Originally launched in December, DeepSeek-V3 serves as a general-purpose model, capable of solving basic math problems and generating code, though it was not initially optimized for reasoning. Its predecessor, DeepSeek-R1, is a reasoning-focused model that gained attention earlier this year. While DeepSeek-V3 is not tailored for reasoning tasks like DeepSeek-R1, it has garnered recognition for its general utility in various applications.
Previously distributed under a custom open-source license, DeepSeek-V3 is now available under the MIT License, providing developers the freedom to incorporate the model into commercial projects and modify it without significant restrictions. This shift allows broader access to the model, particularly for developers looking for flexibility in deployment.

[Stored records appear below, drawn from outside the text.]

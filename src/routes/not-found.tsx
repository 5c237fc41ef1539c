import { QuietPage } from '#src/components/layout/quiet-page.tsx'
import { TextLink } from '#src/components/ui/text-link.tsx'
import { paths } from '#src/lib/paths.ts'

export function NotFound() {
  return (
    <QuietPage over="Pullcord" title="There is no such page" knot="hold">
      <p className="max-w-words">The address may be cut short, or what it named is gone. Nothing was lost.</p>
      <p className="mt-6">
        <TextLink to={paths.bench()}>To the bench</TextLink>
      </p>
    </QuietPage>
  )
}
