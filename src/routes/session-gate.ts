import type { QueryClient } from '@tanstack/react-query'
import type { LoaderFunctionArgs } from 'react-router-dom'
import { redirect } from 'react-router-dom'

import type { Role } from '#shared/trade/roles.ts'
import { hasRole } from '#shared/trade/roles.ts'
import { sessionQueries } from '#src/api/session.ts'
import { paths, toLocalPath } from '#src/lib/paths.ts'

/** Lets in who is signed in with this role or a higher one; sends everybody else to where they can go on. The API decides for itself. */
export function requirePerson(client: QueryClient, role: Role) {
  return async ({ request }: LoaderFunctionArgs): Promise<null> => {
    const { person, needsOwner } = await client.ensureQueryData(sessionQueries.current())
    if (needsOwner) throw redirect(paths.setUp())
    if (person === null) {
      const { pathname, search } = new URL(request.url)
      throw redirect(paths.signIn(`${pathname}${search}`))
    }
    if (!hasRole(person.role, role)) throw redirect(paths.bench())
    return null
  }
}

/** The sign-in page: only for who is not signed in, and only once the shop has an owner. */
export function requireNobody(client: QueryClient) {
  return async ({ request }: LoaderFunctionArgs): Promise<null> => {
    const { person, needsOwner } = await client.ensureQueryData(sessionQueries.current())
    if (needsOwner) throw redirect(paths.setUp())
    if (person !== null) throw redirect(toLocalPath(new URL(request.url).searchParams.get('next')))
    return null
  }
}

/** The page for the first owner: only while there is none. */
export function requireNoOwner(client: QueryClient) {
  return async (_args: LoaderFunctionArgs): Promise<null> => {
    const { needsOwner } = await client.ensureQueryData(sessionQueries.current())
    if (!needsOwner) throw redirect(paths.bench())
    return null
  }
}
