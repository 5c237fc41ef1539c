import { Outlet, useNavigation } from 'react-router-dom'

import { LiveRegion } from '#src/components/layout/live-region.tsx'

/** Around every page: what is said to ears, and a line on top while the next page is fetched. */
export function Root() {
  const { state } = useNavigation()
  return (
    <>
      {state === 'loading' && <div aria-hidden="true" className="after-a-while fixed inset-x-0 top-0 z-30 border-t-3 border-cord" />}
      <Outlet />
      <LiveRegion />
    </>
  )
}

/** Before the first page is there: its ground and its cord. */
export function FirstPaint() {
  return <div className="corded min-h-dvh" />
}
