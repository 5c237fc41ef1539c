import { isRouteErrorResponse, useRouteError } from 'react-router-dom'

import { QuietPage } from '#src/components/layout/quiet-page.tsx'
import { Button } from '#src/components/ui/button.tsx'
import { TextLink } from '#src/components/ui/text-link.tsx'
import { ProblemError } from '#src/lib/api-client.ts'
import { paths } from '#src/lib/paths.ts'

import { NotFound } from './not-found.tsx'

/** The last resort for a page that could not be drawn: what happened, what is safe, what to do. */
export function RootError() {
  const error = useRouteError()
  if (isRouteErrorResponse(error) && error.status === 404) return <NotFound />
  if (error instanceof ProblemError && error.status === 404) return <NotFound />
  const isSilence = error instanceof ProblemError && error.status === 0
  return (
    <QuietPage over="Pullcord" title={isSilence ? 'The server does not answer' : 'This page could not be shown'} knot="escalate">
      <p role="alert" className="max-w-words">
        {error instanceof ProblemError && !isSilence ? error.message : 'What was recorded before is safe on the server.'}{' '}
        {isSilence
          ? 'See whether it runs and whether this device is in its network, then try again.'
          : 'Load the page again; if it stays like this, tell whoever runs the server.'}
      </p>
      <p className="mt-6 flex flex-wrap items-center gap-4">
        <Button look="primary" onClick={() => window.location.reload()}>
          Load the page again
        </Button>
        <TextLink to={paths.bench()} reloadDocument>
          To the bench
        </TextLink>
      </p>
    </QuietPage>
  )
}
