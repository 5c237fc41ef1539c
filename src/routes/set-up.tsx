import { useNavigate } from 'react-router-dom'

import { QuietPage } from '#src/components/layout/quiet-page.tsx'
import { HowAWalkGoes } from '#src/features/account/how-a-walk-goes.tsx'
import { SetUpForm } from '#src/features/account/set-up-form.tsx'
import { paths } from '#src/lib/paths.ts'

export function Component() {
  const navigate = useNavigate()
  return (
    <QuietPage over="A new shop" title="Become its owner" beside={<HowAWalkGoes />}>
      <SetUpForm onDone={() => void navigate(paths.bench(), { replace: true })} />
    </QuietPage>
  )
}
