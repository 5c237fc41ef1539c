import type { QueryClient } from '@tanstack/react-query'
import { useQuery } from '@tanstack/react-query'
import type { LoaderFunction } from 'react-router-dom'
import { useParams } from 'react-router-dom'

import type { WalkId } from '#shared/lib/ids.ts'
import { walkIdSchema } from '#shared/lib/ids.ts'
import { useSession } from '#src/api/session.ts'
import { walkQueries } from '#src/api/walks.ts'
import { AppShell } from '#src/components/layout/app-shell.tsx'
import { Notice } from '#src/components/ui/notice.tsx'
import { Placeholder } from '#src/components/ui/placeholder.tsx'
import { WalkReview } from '#src/features/walk-review/walk-review.tsx'
import { toWords } from '#src/lib/problem-words.ts'
import { NotFound } from '#src/routes/not-found.tsx'

/** An open walk is looked at again this often. */
const pollMs = 10_000

export function createLoader(client: QueryClient): LoaderFunction {
  return ({ params }) => {
    const walkId = walkIdSchema.safeParse(params['walkId'])
    if (walkId.success) {
      void client.prefetchQuery(walkQueries.detail(walkId.data))
      void client.prefetchQuery(walkQueries.sideEvents(walkId.data))
    }
    return null
  }
}

export function Component() {
  const walkId = walkIdSchema.safeParse(useParams()['walkId'])
  return walkId.success ? <Review walkId={walkId.data} /> : <NotFound />
}

function Review({ walkId }: { readonly walkId: WalkId }) {
  const session = useSession().data
  const { data, error } = useQuery({ ...walkQueries.detail(walkId), refetchInterval: (query) => (query.state.data?.walk.isOpen === true ? pollMs : false) })
  const person = session?.person ?? null
  if (session === undefined || person === null) return null
  return (
    <AppShell surface={data?.walk.machineTitle ?? 'Walk'}>
      {data === undefined && error === null && <Placeholder words="Reading the walk" rows={6} />}
      {data === undefined && error !== null && (
        <Notice state="bad" title="This walk could not be read" className="mt-6">
          {toWords(error)}
        </Notice>
      )}
      {data !== undefined && <WalkReview detail={data} person={person} format={session.shop.numberFormat} />}
    </AppShell>
  )
}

One of the most significant improvements in the latest release is its enhanced hardware efficiency. For instance, Awni Hannun, a researcher at Apple Inc., demonstrated the model’s ability to run efficiently on a high-end Mac Studio, achieving a token generation rate of approximately 20 tokens per second. This performance was made possible through the application of four-bit quantization, which reduces memory usage and latency, though at a slight cost to output accuracy. Additionally, the updated model demonstrates improved performance in programming tasks.
Benchmark tests revealed that the new DeepSeek-V3 outperforms the original in generating Python and Bash code, with a score of around 60%. However, it still lags behind DeepSeek-R1 and other reasoning-optimized models such as Qwen-32B. With 671 billion parameters, the latest DeepSeek-V3 release activates only 37 billion for each prompt, making it more efficient than its predecessors. Fine-tuning the model with responses from DeepSeek-R1 has further improved its performance, allowing it to operate with less infrastructure, thus lowering inference costs.